TASK OBJECTIVE -> From the first record to the last, write each one out again exactly.

TASK DATA ->
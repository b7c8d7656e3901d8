"""Square and rectangular lattices: replicates from mutually orthogonal Latin squares.

Yates 1936 (A new method of arranging variety trials involving a large number of varieties, Journal of
Agricultural Science 26, 424–455) for s² treatments in blocks of s; Harshbarger 1949 (Triple rectangular
lattices, Biometrics 5, 1–13) for s(s − 1) in blocks of s − 1. The squares are y = ax + c over a product of
fields; a may be taken so that all differences are units, one less than the smallest field has elements
(MacNeish 1922).
"""

from __future__ import annotations

from itertools import product
from math import gcd, isqrt

from search.designs.galois import field, prime_power
from search.designs.records import Blocks

Replicate = Blocks


def square_lattice(s: int, replicates: int) -> tuple[Replicate, ...] | None:
    """Replicates of s blocks of s for s² treatments, no two treatments together twice.

    None where this many are not known to this construction.
    """
    fields = [field(q) for q in _parts(s)]
    if s < 2 or not 0 < replicates <= min(gf.q for gf in fields) + 1:
        return None
    ring = list(product(*(range(gf.q) for gf in fields)))
    number = {element: i for i, element in enumerate(ring)}
    found: list[Replicate] = [tuple(tuple(range(s * x, s * x + s)) for x in range(s))]
    for a in range(replicates - 1):
        slope = [gf.powers[a - 1] if a else 0 for gf in fields]
        blocks: list[list[int]] = [[] for _ in ring]
        for x, element in enumerate(ring):
            for c, constant in enumerate(ring):
                y = tuple(
                    gf.plus(gf.times(up, part), add)
                    for gf, up, part, add in zip(fields, slope, element, constant, strict=True)
                )
                blocks[c].append(s * x + number[y])
        found.append(tuple(tuple(sorted(block)) for block in blocks))
    return tuple(found)


def rectangular_lattice(s: int, replicates: int) -> tuple[Replicate, ...] | None:
    """Replicates of s blocks of s − 1 for s(s − 1) treatments: a square lattice less one block."""
    square = square_lattice(s, replicates + 1)
    if square is None or s < 3:
        return None
    (gone, *_), *rest = square
    number = {x: i for i, x in enumerate(x for x in range(s * s) if x not in gone)}
    return tuple(tuple(tuple(number[x] for x in block if x in number) for block in part) for part in rest)


def lattice(t: int, k: int, replicates: int) -> tuple[str, tuple[Replicate, ...]] | None:
    """The lattice for these numbers with its name, if there is one."""
    if k * k == t:
        return _named("square lattice", square_lattice(k, replicates))
    s = isqrt(t) + 1
    if t == s * (s - 1) and k == s - 1:
        return _named("rectangular lattice", rectangular_lattice(s, replicates))
    return None


def _named(name: str, parts: tuple[Replicate, ...] | None) -> tuple[str, tuple[Replicate, ...]] | None:
    return None if parts is None else (name, parts)


def _parts(s: int) -> list[int]:
    return [q for q in range(2, s + 1) if s % q == 0 and prime_power(q) and gcd(q, s // q) == 1]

SOLUTION ->
repository b7c8d7656e3901d8
"""Square and rectangular lattices: replicates from mutually orthogonal Latin squares.

Yates 1936 (A new method of arranging variety trials involving a large number of varieties, Journal of
Agricultural Science 26, 424–455) for s² treatments in blocks of s; Harshbarger 1949 (Triple rectangular
lattices, Biometrics 5, 1–13) for s(s − 1) in blocks of s − 1. The squares are y = ax + c over a product of
fields; a may be taken so that all differences are units, one less than the smallest field has elements
(MacNeish 1922).
"""

from __future__ import annotations

from itertools import product
from math import gcd, isqrt

from search.designs.galois import field, prime_power
from search.designs.records import Blocks

Replicate = Blocks


def square_lattice(s: int, replicates: int) -> tuple[Replicate, ...] | None:
    """Replicates of s blocks of s for s² treatments, no two treatments together twice.

    None where this many are not known to this construction.
    """
    fields = [field(q) for q in _parts(s)]
    if s < 2 or not 0 < replicates <= min(gf.q for gf in fields) + 1:
        return None
    ring = list(product(*(range(gf.q) for gf in fields)))
    number = {element: i for i, element in enumerate(ring)}
    found: list[Replicate] = [tuple(tuple(range(s * x, s * x + s)) for x in range(s))]
    for a in range(replicates - 1):
        slope = [gf.powers[a - 1] if a else 0 for gf in fields]
        blocks: list[list[int]] = [[] for _ in ring]
        for x, element in enumerate(ring):
            for c, constant in enumerate(ring):
                y = tuple(
                    gf.plus(gf.times(up, part), add)
                    for gf, up, part, add in zip(fields, slope, element, constant, strict=True)
                )
                blocks[c].append(s * x + number[y])
        found.append(tuple(tuple(sorted(block)) for block in blocks))
    return tuple(found)


def rectangular_lattice(s: int, replicates: int) -> tuple[Replicate, ...] | None:
    """Replicates of s blocks of s − 1 for s(s − 1) treatments: a square lattice less one block."""
    square = square_lattice(s, replicates + 1)
    if square is None or s < 3:
        return None
    (gone, *_), *rest = square
    number = {x: i for i, x in enumerate(x for x in range(s * s) if x not in gone)}
    return tuple(tuple(tuple(number[x] for x in block if x in number) for block in part) for part in rest)


def lattice(t: int, k: int, replicates: int) -> tuple[str, tuple[Replicate, ...]] | None:
    """The lattice for these numbers with its name, if there is one."""
    if k * k == t:
        return _named("square lattice", square_lattice(k, replicates))
    s = isqrt(t) + 1
    if t == s * (s - 1) and k == s - 1:
        return _named("rectangular lattice", rectangular_lattice(s, replicates))
    return None


def _named(name: str, parts: tuple[Replicate, ...] | None) -> tuple[str, tuple[Replicate, ...]] | None:
    return None if parts is None else (name, parts)


def _parts(s: int) -> list[int]:
    return [q for q in range(2, s + 1) if s % q == 0 and prime_power(q) and gcd(q, s // q) == 1]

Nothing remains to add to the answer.